В любовных письмах, брошенных Бланш на произвол судьбы, думал Жюстен, не было ничего непристойного, они не походили на письма, распространяемые из-под полы, и оба писавшие хотели показать себя с самой лучшей стороны, в самом высоком накале своих чувств, со всеми полагающимися в состоянии любовного опьянения благоглупостями.
Лично у Жюстена Мерлэна были с любовью таинственные взаимоотношения. В кинематографической среде про него болтали разное, но в этой среде этому «разному» не придают особого значения.
Он знал достаточно женщин. Достаточно готовых на все. Ведь подумать только, мечты всех женщин зачастую могли воплотиться в жизнь лишь с его помощью. Он был известен как человек неуязвимый, поглощенный целиком своей режиссерской деятельностью, и поэтому-то старались обнаружить в нем пороки, изъяны. Возможно, они за ним и водились. Его глаза, до краев заполненные лазурью, и светлые волосы, окружавшие голову сиянием, которое с годами отодвигалось все дальше к затылку, в известной мере служили защитой против слишком грубых предположений. Представлять его, скажем, этаким монахом-распутником было бы, пожалуй, почти кощунством, и его пороки, если только он имел таковые, конечно, были не столь заурядны… Нет, эта сторона его личной жизни не особенно возбуждала людское любопытство.

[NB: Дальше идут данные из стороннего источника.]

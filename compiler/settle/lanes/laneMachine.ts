import type { Fault } from '../../../runtime/engine.js';
import type { StateMap } from '../../../runtime/stateBits.js';

/**
 * Carries out the cycles of many lanes in blocks of `BLOCK_LANES`, all with the same inputs. Lanes
 * count from 0 in each block; `BLOCK_WORDS` words hold a bit for each of them.
 */
export interface LaneMachine {
  readonly blocks: number;
  readonly map: StateMap;
  /**
   * The state bits of a block, `BLOCK_WORDS` words each, to read and, before the first cycle, to
   * write: a view that lasts until the next cycle.
   */
  stateOf(block: number): Int32Array;
  /** Runs one cycle with a packed stimulus row. */
  run(row: Uint32Array): void;
  /** A 1 for each of 32 lanes that the cycle just run has no result in, unless one before had none. */
  faulty(block: number, word: number): number;
  /** Why the cycle just run has no result in a lane. */
  faultOf(block: number, lane: number): Fault;
}
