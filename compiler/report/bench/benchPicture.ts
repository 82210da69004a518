import type { BenchEngine, BenchResult } from '../benchResult.js';
import { STYLE } from './pictureStyle.js';
import { type BenchSuite, speedOver } from './suite.js';

const WIDTH = 860;
const LEFT = 128;
const RIGHT = 128;
const TOP = 124;
const ROW = 44;
const FOOT = 92;

/** The yardstick, at 1, and what is set against it, in the order of the legend. */
const YARDSTICK: BenchEngine = 'native';
const marks: readonly {
  readonly engine: BenchEngine;
  readonly label: string;
}[] = [
  { engine: 'table', label: 'by table (another algorithm)' },
  { engine: 'wasm', label: 'generated code' },
  { engine: 'nativeMarch', label: 'C for this machine' },
  { engine: 'bytecode', label: 'bytecode' },
  { engine: 'reference', label: 'reference' },
];

/** From left to right on a logarithmic scale, in powers of ten. */
interface Scale {
  readonly low: number;
  readonly high: number;
}

/**
 * How many times as fast as C at optimization level 2 each engine is, one line a circuit, as one SVG
 * picture on a logarithmic scale. It carries its own light and dark colours, and no script.
 *
 * Throws RangeError where no circuit was measured in C.
 */
export function benchPicture({ machine, circuits, means }: BenchSuite): string {
  const shown = circuits.filter(({ engines }) => engines[YARDSTICK] !== undefined);
  if (shown.length === 0) {
    throw new RangeError('a picture compares with native C, which was measured for no circuit');
  }
  const height = TOP + shown.length * ROW + FOOT;
  const base = TOP + shown.length * ROW;
  const scale = scaleOf(shown);
  const title = 'Speed over native C of the same netlist';
  const mean =
    means.asRun === undefined ? '' : `; as run, ${figure(means.asRun)} in the geometric mean`;
  const description = `${shown.map(lineText).join(' ')}${means.asRun === undefined ? '' : ` Geometric mean as run: ${figure(means.asRun)}.`}`;
  return `<svg xmlns="http://www.w3.org/2000/svg" viewBox="0 0 ${WIDTH} ${height}" width="${WIDTH}" height="${height}" role="img" aria-labelledby="bench-title bench-description">
<title id="bench-title">${escaped(title)}</title>
<desc id="bench-description">${escaped(description)}</desc>
<style>${STYLE}</style>
<rect class="ground" width="${WIDTH}" height="${height}"/>
<text class="title" x="${LEFT}" y="34">${escaped(title)}</text>
<text class="quiet" x="${LEFT}" y="56">1 is straight-line C under -O2, further right is faster${escaped(mean)}</text>
${legend(shown)}
${gridLines(scale, base)}
${shown.map((result, i) => rowText(result, TOP + (i + 0.5) * ROW, scale)).join('\n')}
${label('quiet', (LEFT + WIDTH - RIGHT) / 2, base + 42, 'middle', 'times as fast (logarithmic scale)')}
${label('quiet', LEFT, base + 74, 'start', `Best bursts on ${machine.cores} cores of ${machine.processor}, Node ${machine.node}; responses equal in all engines.`)}
</svg>
`;
}

function scaleOf(circuits: readonly BenchResult[]): Scale {
  const speeds = circuits.flatMap((result) =>
    marks.flatMap(({ engine }) => speedOver(result, YARDSTICK, engine) ?? []),
  );
  return {
    low: Math.floor(Math.log10(Math.min(...speeds, 0.1))),
    high: Math.ceil(Math.log10(Math.max(...speeds, 10))),
  };
}

const xOf = ({ low, high }: Scale, speed: number): number =>
  LEFT + ((Math.log10(speed) - low) / (high - low)) * (WIDTH - RIGHT - LEFT);

/** Samples of the marks that occur, and what they stand for. */
function legend(circuits: readonly BenchResult[]): string {
  let x = LEFT;
  return marks
    .filter(({ engine }) => circuits.some(({ engines }) => engines[engine] !== undefined))
    .map(({ engine, label: content }) => {
      const sample = `${mark(engine, x + 7, 84)}${label('', x + 20, 88, 'start', content)}`;
      x += 40 + 7 * content.length;
      return sample;
    })
    .join('\n');
}

function gridLines(scale: Scale, base: number): string {
  const powers = Array.from({ length: scale.high - scale.low + 1 }, (_, i) => scale.low + i);
  return powers
    .map((power) => {
      const x = round(xOf(scale, 10 ** power));
      const kind = power === 0 ? 'mark' : 'line';
      const line = `<line class="${kind}" x1="${x}" y1="${TOP - 8}" x2="${x}" y2="${base}"/>`;
      return line + label('quiet', x, base + 20, 'middle', figure(10 ** power));
    })
    .join('\n');
}

// A bar from the yardstick to what a run uses; the others are points on the line.
function rowText(result: BenchResult, y: number, scale: Scale): string {
  const speeds = marks.flatMap(({ engine, label: what }) => {
    const speed = speedOver(result, YARDSTICK, engine);
    return speed === undefined ? [] : [{ engine, what, speed }];
  });
  const used = speeds.find(({ engine }) => engine === 'table' || engine === 'wasm');
  const parts = [label('', LEFT - 14, y + 4, 'end', result.circuit)];
  if (used !== undefined) {
    const [from, to] = [xOf(scale, 1), xOf(scale, used.speed)];
    const [x, width] = [Math.min(from, to), Math.abs(to - from)];
    parts.push(
      `<rect class="bar" x="${round(x)}" y="${round(y - 9)}" width="${round(width)}" height="18"/>`,
      label('figure', WIDTH - RIGHT + 14, y + 4, 'start', `${figure(used.speed)} times`),
    );
  }
  for (const { engine, what, speed } of speeds.toReversed()) {
    const tip = `<title>${escaped(`${result.circuit}: ${what}, ${figure(speed)} times`)}</title>`;
    parts.push(`<g>${tip}${mark(engine, xOf(scale, speed), y)}</g>`);
  }
  return parts.join('\n');
}

function mark(engine: BenchEngine, x: number, y: number): string {
  const [at, middle] = [round(x), round(y)];
  if (engine === 'wasm') return `<circle class="wasm" cx="${at}" cy="${middle}" r="6"/>`;
  if (engine === 'table') {
    return `<path class="table" d="M${at} ${middle - 8}l8 8l-8 8l-8 -8z"/>`;
  }
  if (engine === 'nativeMarch') {
    return `<path class="native" d="M${at} ${middle - 8}v16"/>`;
  }
  return `<circle class="${engine}" cx="${at}" cy="${middle}" r="4"/>`;
}

function lineText(result: BenchResult): string {
  const speeds = marks.flatMap(({ engine, label: what }) => {
    const speed = speedOver(result, YARDSTICK, engine);
    return speed === undefined ? [] : [`${what} ${figure(speed)}`];
  });
  return `${result.circuit}: ${speeds.join(', ')}.`;
}

const figure = (value: number): string =>
  value >= 100 ? String(Math.round(value)) : String(Number(value.toPrecision(2)));

const label = (kind: string, x: number, y: number, anchor: string, content: string): string => {
  const of = kind === '' ? '' : ` class="${kind}"`;
  return `<text${of} x="${round(x)}" y="${round(y)}" text-anchor="${anchor}">${escaped(content)}</text>`;
};

const round = (value: number): number => Math.round(value * 100) / 100;

const escaped = (content: string): string =>
  content.replace(/[<>&"]/g, (character) => `&#${character.charCodeAt(0)};`);
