import fc from 'fast-check';
import { describe, expect, it } from 'vitest';
import { type Continuation, type Moving, Repetition } from '../../compiler/settle/repetition.js';

/** A state that is the number of a place; `next` has one map of places for each cycle in turn. */
class Walk implements Moving<number> {
  place = 0;
  cycles = 0;
  readonly #next: readonly (readonly number[])[];

  constructor(next: readonly (readonly number[])[]) {
    this.#next = next;
  }

  snapshot = (): number => this.place;
  isAt = (snapshot: number): boolean => this.place === snapshot;

  run(): void {
    this.place = this.#next[this.cycles % this.#next.length]![this.place]!;
    this.cycles++;
  }
}

/** Looks at a walk, free from `freeAfter` on, until something is found or for `most` cycles. */
function foundOn(walk: Walk, freeAfter: number, most = 1000): Continuation | undefined {
  const repetition = new Repetition<number>(1);
  repetition.look(0, walk, freeAfter === 0);
  while (repetition.found === undefined && walk.cycles < most) {
    walk.run();
    repetition.look(walk.cycles, walk, walk.cycles >= freeAfter);
  }
  return repetition.found;
}

const maps = (count: number) =>
  fc.integer({ min: 1, max: 12 }).chain((places) =>
    fc.array(fc.array(fc.nat(places - 1), { minLength: places, maxLength: places }), {
      minLength: count,
      maxLength: count,
    }),
  );

describe('a repetition', () => {
  it('is what the state does for ever, and is always found', () => {
    const cases = fc.integer({ min: 1, max: 4 }).chain((step) => maps(step));
    fc.assert(
      fc.property(cases, fc.nat(20), (next, freeAfter) => {
        const walk = new Walk(next);
        const repetition = new Repetition<number>(next.length);
        const places: number[] = [];
        for (let cycle = 0; cycle <= 300; cycle++) {
          places.push(walk.place);
          repetition.look(cycle, walk, cycle >= freeAfter);
          walk.run();
        }
        const { found } = repetition;
        expect(found).toBeDefined();
        const { after } = found!;
        const period = found!.kind === 'still' ? 1 : found!.period;
        const later = places.slice(after);
        later.forEach((place, i) => {
          if (i >= period) expect(place).toBe(later[i - period]);
        });
        if (found!.kind === 'still') {
          expect(after === 0 || places[after - 1] !== places[after]).toBe(true);
        } else {
          expect(new Set(later).size).toBeGreaterThan(1);
        }
      }),
      { seed: 71, numRuns: 300 },
    );
  });

  it('has the shortest period, and is seen before long', () => {
    // 0 1 2 3 4 5 6 7 5 6 7 …
    const found = foundOn(new Walk([[1, 2, 3, 4, 5, 6, 7, 5]]), 0, 20);
    expect(found).toEqual({ kind: 'repeats', after: expect.any(Number), period: 3 });
  });

  it('names the moment after which nothing moved, even if that came before the state was free', () => {
    expect(foundOn(new Walk([[1, 2, 2]]), 5)).toEqual({ kind: 'still', after: 2 });
  });

  it('is not taken from a time in which the state was not free', () => {
    expect(foundOn(new Walk([[0]]), 2000)).toBeUndefined();
  });
});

Его отгораживал, как ширмой, собственный талант.
Ибо творил он, как сам Господь Бог, и это внушало уважение. Его фильмы, где все было закономерно связано, как в самой природе, и красота, рожденная этой закономерностью, рожденная сочетанием рационального с чем-то стихийным, на грани рассудка, – вот что давало Жюстену Мерлэну определенные права…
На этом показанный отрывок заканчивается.